### Exercise objective:
The lines needed are those from the start of the records through the line holding "them under the", each copied exactly.

*** Materials provided Section Begins ***

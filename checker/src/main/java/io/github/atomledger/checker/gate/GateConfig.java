package io.github.atomledger.checker.gate;

import java.nio.file.Files;
import java.nio.file.Path;
import java.util.Objects;

/**
 * How the release gate runs on top of the checks. Validated on construction.
 *
 * @param baseline         the baseline file, or null for none
 * @param baselineRequired true when the baseline file was named explicitly and so must exist;
 *                         false for the default location, used only when the file exists
 * @param previousModels   the previous release's models: a directory that holds them under the
 *                         same relative paths as the current models, or one file when one model
 *                         is checked; null for no release diff
 * @param failOn           which findings may fail the build
 */
public record GateConfig(Path baseline, boolean baselineRequired, Path previousModels, FailScope failOn) {

    /** The baseline file name used when none is configured: {@code models/atomledger-baseline.tsv}. */
    public static final String DEFAULT_BASELINE = "models/atomledger-baseline.tsv";

    public GateConfig {
        Objects.requireNonNull(failOn, "failOn");
        if (failOn == FailScope.REGRESSIONS && previousModels == null) {
            throw new IllegalArgumentException("failOn=regressions needs previousModels (the previous release's model"
                    + " files, e.g. -Datomledger.previousModels=target/previous)");
        }
        if (previousModels != null && !Files.exists(previousModels)) {
            throw new IllegalArgumentException("previousModels: " + previousModels + " does not exist");
        }
    }

    /** No baseline, no diff, fail on every finding. */
    public static GateConfig none() {
        return new GateConfig(null, false, null, FailScope.FINDINGS);
    }

    /** True when the baseline applies: configured, and present or required. */
    public boolean usesBaseline() {
        return baseline != null && (baselineRequired || Files.isRegularFile(baseline));
    }
}
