package io.github.atomledger.checker.gate;

import io.github.atomledger.checker.baseline.Baseline;
import io.github.atomledger.checker.baseline.BaselineMatch;
import io.github.atomledger.checker.check.Finding;
import io.github.atomledger.checker.check.balance.ReactionClass;
import io.github.atomledger.checker.diff.CarbonTransitions;
import io.github.atomledger.checker.diff.ReleaseDiff;
import io.github.atomledger.checker.diff.StoredTransitions;
import io.github.atomledger.checker.engine.BaselineStatus;
import io.github.atomledger.checker.engine.Engine;
import io.github.atomledger.checker.engine.GateMarks;
import io.github.atomledger.checker.engine.ModelResult;
import io.github.atomledger.checker.engine.ReactionResult;
import io.github.atomledger.checker.engine.RunListener;
import io.github.atomledger.checker.engine.RunResult;
import io.github.atomledger.checker.engine.SeverityPolicy;
import io.github.atomledger.checker.model.LoadOptions;
import io.github.atomledger.checker.model.ModelLoader;

import java.nio.file.Files;
import java.nio.file.Path;
import java.util.ArrayList;
import java.util.HashMap;
import java.util.List;
import java.util.Map;
import java.util.Set;
import java.util.TreeSet;

/**
 * The release gate on top of a check run: compares each model with its previous release
 * ({@link ReleaseDiff}), matches the findings against the committed {@link Baseline}, and marks
 * which findings may fail the build ({@link GateMarks}). The severity policy of the run applies
 * to the gate's own findings too.
 *
 * <p>Usage:
 * <pre>{@code
 * RunResult checked = engine.run(config, listener);
 * RunResult gated = Gate.standard(engine, config.maxModelBytes()).apply(checked, gateConfig, listener);
 * gated.failing();   // new findings only
 * }</pre>
 *
 * <p>Read-only: it never writes a model or the baseline. Deterministic and thread-safe. A
 * malformed baseline or a previous model that cannot be read throws
 * {@link io.github.atomledger.checker.AtomLedgerException} naming the file.
 */
public final class Gate {

    private final Engine engine;
    private final CarbonTransitions carbons;

    /**
     * @param engine  checks the previous release's models, with the same checks as the run
     * @param carbons where carbon transitions come from
     */
    public Gate(Engine engine, CarbonTransitions carbons) {
        this.engine = engine;
        this.carbons = carbons;
    }

    /**
     * A gate taking each reaction's carbon transitions from the model file's annotation (what the
     * release ships), else from the atom map computed in the run, when mapping was on.
     */
    public static Gate standard(Engine engine, long maxModelBytes) {
        return new Gate(engine, CarbonTransitions.firstOf(new StoredTransitions(maxModelBytes), CarbonTransitions.COMPUTED));
    }

    /** The gate's own rule ids (stale baseline entries and the release diff), sorted. */
    public static Set<String> ruleIds() {
        Set<String> ids = new TreeSet<>(ReleaseDiff.RULES.keySet());
        ids.add(BaselineMatch.STALE_RULE);
        return ids;
    }

    /** Applies the release diff, the baseline and the fail scope. */
    public RunResult apply(RunResult run, GateConfig gate, RunListener listener) {
        RunResult diffed = gate.previousModels() == null ? run : withReleaseDiff(run, gate.previousModels(), listener);
        Map<Finding, BaselineStatus> statuses = Map.of();
        String display = "";
        RunResult out = diffed;
        if (gate.usesBaseline()) {
            display = relative(run.config().baseDirectory(), gate.baseline());
            Baseline baseline = Baseline.read(gate.baseline(), display);
            BaselineMatch match = BaselineMatch.of(baseline, display, diffed.allFindings(), files(diffed));
            out = attach(diffed, match.stale(), false);
            statuses = match.statuses();
            listener.info("baseline " + display + ": " + match.count(BaselineStatus.ACCEPTED) + " accepted, "
                    + match.count(BaselineStatus.PENDING_REASON) + " without a reason, " + match.stale().size() + " stale");
            if (match.count(BaselineStatus.PENDING_REASON) > 0) {
                listener.warn("baseline " + display + ": entries whose reason is empty or starts with '"
                        + Baseline.PLACEHOLDER_PREFIX + "' accept nothing; write the reason to accept them");
            }
        }
        Set<String> only = gate.failOn() == FailScope.REGRESSIONS ? ReleaseDiff.RULES.keySet() : Set.of();
        return new RunResult(out.config(), out.models(), new GateMarks(display, statuses, only));
    }

    /**
     * The run with the release diff's findings added to each model.
     *
     * @param previous a directory holding the previous release's models under the same relative
     *                 paths, or a single file when the run checked one model
     */
    public RunResult withReleaseDiff(RunResult run, Path previous, RunListener listener) {
        Path base = run.config().baseDirectory();
        boolean single = Files.isRegularFile(previous);
        if (single && run.models().size() != 1) {
            throw new IllegalArgumentException("previousModels: " + relative(base, previous) + " is one file, but "
                    + run.models().size() + " models were checked; give a directory that holds the previous"
                    + " models under the same paths");
        }
        ModelLoader loader = new ModelLoader(new LoadOptions(run.config().maxModelBytes()));
        SeverityPolicy policy = run.config().policy();
        List<Finding> found = new ArrayList<>();
        for (ModelResult current : run.models()) {
            Path old = single ? previous : previous.resolve(current.file());
            Map<String, List<io.github.atomledger.atommapper.mapping.AtomTransition>> now =
                    carbons.carbons(current, base.resolve(current.file()));
            if (!Files.isRegularFile(old)) {
                listener.info(current.file() + ": no previous version (" + relative(base, old)
                        + "); every reaction counts as new");
                found.addAll(ReleaseDiff.compare(null, current, Map.of(), now));
                continue;
            }
            String oldDisplay = relative(base, old);
            listener.debug("reading previous release " + oldDisplay);
            ModelResult before = engine.check(loader.load(old, oldDisplay), policy);
            found.addAll(ReleaseDiff.compare(before, current, carbons.carbons(before, old), now));
        }
        return attach(run, found, true);
    }

    /**
     * Adds findings to their models, after the severity policy; findings about a reaction go to
     * that reaction when {@code toReactions}, others to the model.
     */
    private static RunResult attach(RunResult run, List<Finding> extra, boolean toReactions) {
        SeverityPolicy policy = run.config().policy();
        List<ModelResult> models = new ArrayList<>();
        for (ModelResult m : run.models()) {
            Map<String, ReactionClass> classes = new HashMap<>();
            m.reactions().forEach(r -> classes.putIfAbsent(r.id(), r.reactionClass()));
            Map<String, List<Finding>> byReaction = new HashMap<>();
            List<Finding> modelLevel = new ArrayList<>(m.modelFindings());
            for (Finding f : extra) {
                if (!f.modelFile().equals(m.file())) {
                    continue;
                }
                ReactionClass cls = classes.get(f.elementId());
                policy.apply(f, cls).ifPresent(applied -> {
                    if (toReactions && cls != null) {
                        byReaction.computeIfAbsent(applied.elementId(), k -> new ArrayList<>()).add(applied);
                    } else {
                        modelLevel.add(applied);
                    }
                });
            }
            List<ReactionResult> reactions = new ArrayList<>();
            for (ReactionResult r : m.reactions()) {
                List<Finding> more = byReaction.remove(r.id());
                if (more == null) {
                    reactions.add(r);
                } else {
                    List<Finding> all = new ArrayList<>(r.findings());
                    all.addAll(more);
                    reactions.add(new ReactionResult(r.reaction(), r.balance(), all, r.mapping()));
                }
            }
            models.add(new ModelResult(m.model(), reactions, modelLevel, m.mapping(), m.traces()));
        }
        return new RunResult(run.config(), models, run.gate());
    }

    private static List<String> files(RunResult run) {
        return run.models().stream().map(ModelResult::file).toList();
    }

    static String relative(Path base, Path file) {
        Path abs = file.toAbsolutePath().normalize();
        Path b = base.toAbsolutePath().normalize();
        return (abs.startsWith(b) ? b.relativize(abs).toString() : abs.toString()).replace('\\', '/');
    }
}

*** Materials provided Section Ends ***

### Response:
filename checker/src/main/java/io/github/atomledger/checker/gate/GateConfig.java
package io.github.atomledger.checker.gate;

import java.nio.file.Files;
import java.nio.file.Path;
import java.util.Objects;

/**
 * How the release gate runs on top of the checks. Validated on construction.
 *
 * @param baseline         the baseline file, or null for none
 * @param baselineRequired true when the baseline file was named explicitly and so must exist;
 *                         false for the default location, used only when the file exists
 * @param previousModels   the previous release's models: a directory that holds them under the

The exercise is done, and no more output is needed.